The film has two pieces of theme music. "Aerial", its opening theme, is performed by Kinya Kotani and "Amrita" (its closing theme) is performed by Yui Makino. Before the film's premiere, an event was held at Shibuya Tower Records in which Kotani performed "Amrita" and the Japanese cast discussed the film. Both songs were released as singles in Japan on August 17, 2005. When he composed "Aerial", Kotani focused on the word "aerial" and lyrically compared the Tsubasa Chronicle universe with everything he had written so far. The film began development as a 30-minute-long title, making Kawasaki focus on animation quality to make it stand out from the TV episodes. Background content expanding the film's world was cut for length.

==Release==
The film was released in Japan on August 20, 2005. Shochiku released the film's DVD version on February 25, 2006, in Japan, in regular and premium editions. Funimation Entertainment announced their licensing of the film, with Tsubasas first anime season and xxxHolic, in the February 2006 issue of Anime Insider. The film was released as an English-language DVD on February 19, 2009, in North America as a double feature with xxxHolic. On May 4, 2010, Funimation re-released the double feature in Blu-ray format, including the extras in the original DVD release. In Australia, the double-feature DVD was released on July 23, 2008, by Madman Entertainment.
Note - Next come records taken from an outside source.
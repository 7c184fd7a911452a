import { DECISION_TOTAL } from './binary-decision.ts';
import { COST_PER_BIT, integerLog2 } from './table-cost.ts';

/** Log-odds are held in 1/65536 bit; weights are tabled in steps of 1/256 bit, to 16 bits either way. */
const STEPS_PER_BIT = 256;
const MOST_BITS = 16;
/** Shifts log-odds to steps of the table. */
export const WEIGHT_SHIFT = 8;
/** Beyond this many steps the weight is that at the table's end. */
export const MOST_STEPS = MOST_BITS * STEPS_PER_BIT;

/** Tables of context-tree weighting, made from integers alone, so that they are the same on every machine. */
export interface CtwTables {
  /** −log2(p ÷ 65536) in 1/65536 bit for p = 1 … 65 535. */
  readonly costs: Uint32Array;
  /** β ÷ (1 + β) in 65536ths for log2 β of −16 … 16 bits in steps of 1/256 bit. */
  readonly weights: Uint32Array;
}

let tables: CtwTables | undefined;

/** Made once; some 10 ms. */
export function ctwTables(): CtwTables {
  tables ??= { costs: makeCosts(), weights: makeWeights() };
  return tables;
}

function makeCosts(): Uint32Array {
  const costs = new Uint32Array(DECISION_TOTAL);
  for (let p = 1; p < DECISION_TOTAL; p++) costs[p] = MOST_BITS * COST_PER_BIT - integerLog2(p);
  return costs;
}

/** Parts of the fixed-point numbers that weights are computed from. */
const SCALE_BITS = 60n;
const ONE = 1n << SCALE_BITS;

function makeWeights(): Uint32Array {
  let root = 2n * ONE;
  for (let halvings = 1; halvings < STEPS_PER_BIT; halvings *= 2) root = squareRoot(root * ONE);
  const powers: bigint[] = [ONE];
  for (let step = 1; step < STEPS_PER_BIT; step++) {
    powers.push((powers[step - 1] * root) >> SCALE_BITS);
  }
  const unit = ONE << BigInt(MOST_BITS);
  return Uint32Array.from({ length: 2 * MOST_STEPS + 1 }, (_, i) => {
    const odds = powers[i % STEPS_PER_BIT] << BigInt(Math.floor(i / STEPS_PER_BIT));
    const all = odds + unit;
    return Number((odds * BigInt(DECISION_TOTAL) + all / 2n) / all);
  });
}

/** ⌊√value⌋ by Newton's rule from above. */
function squareRoot(value: bigint): bigint {
  let root = 1n << BigInt(Math.ceil(value.toString(2).length / 2));
  for (;;) {
    const next = (root + value / root) >> 1n;
    if (next >= root) return root;
    root = next;
  }
}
The film was released with a DVD box set, Tsubasa Reservoir Chronicle: Collected Memories Box Set (the anime's first season), on January 19, 2010, and was re-released in Blu-ray format on May 4 with the anime's second season.

==Reception==
The Princess in the Birdcage Kingdom received mixed reviews from critics. Reviewing the film with xxxHolic, IGN's N. S. Davidson found it appealing to Tsubasa series viewers despite its short length. Davidson enjoyed the interaction between the films' storylines, allowing elements of Tsubasa to be explained in xxxHolic, and noted artistic similarities between them. Active Anime writer Holly Ellingwood praised the film's "suspenseful" story, comparing its setting and animation to the films of Hayao Miyazaki. odd Douglass Jr. of DVD Talk agreed, saying that series fans would enjoy its story and pacing and overlook its length. According to Douglass, although Tsubasa and xxxHolic were similar in style and length the latter had "a more cohesive story". He strongly recommended Funimation's double release as improving the appeal of both series. Blu-ray's Dustin Somner compared the film to the anime series, calling it "a bit stronger than the majority of the television episodes" due to its quick pace. Although he enjoyed the pacing, Somner wrote that important parts of the story would be missed in a first viewing and found its plot unexpectedly complex during his third viewing.

The Princess in the Birdcage Kingdom was criticized for its length, that of an extended TV episode. Anime News Network's Santos wondered why material was cut from the film, writing that a longer film would have been more exciting. Also criticizing the film's length, Chris Beveridge of Mania Entertainment wrote that its extras compensated and found The Princess in the Birdcage Kingdoms animation appealing as a contrast with that of xxxHolic. Carlo Santos of Anime News Network criticized the film's length but called it "good art", praising its animation. Casey Brienza, also from Anime News Network, called the films a service to Clamp fans (due to their improved animation) and their plots primarily filler.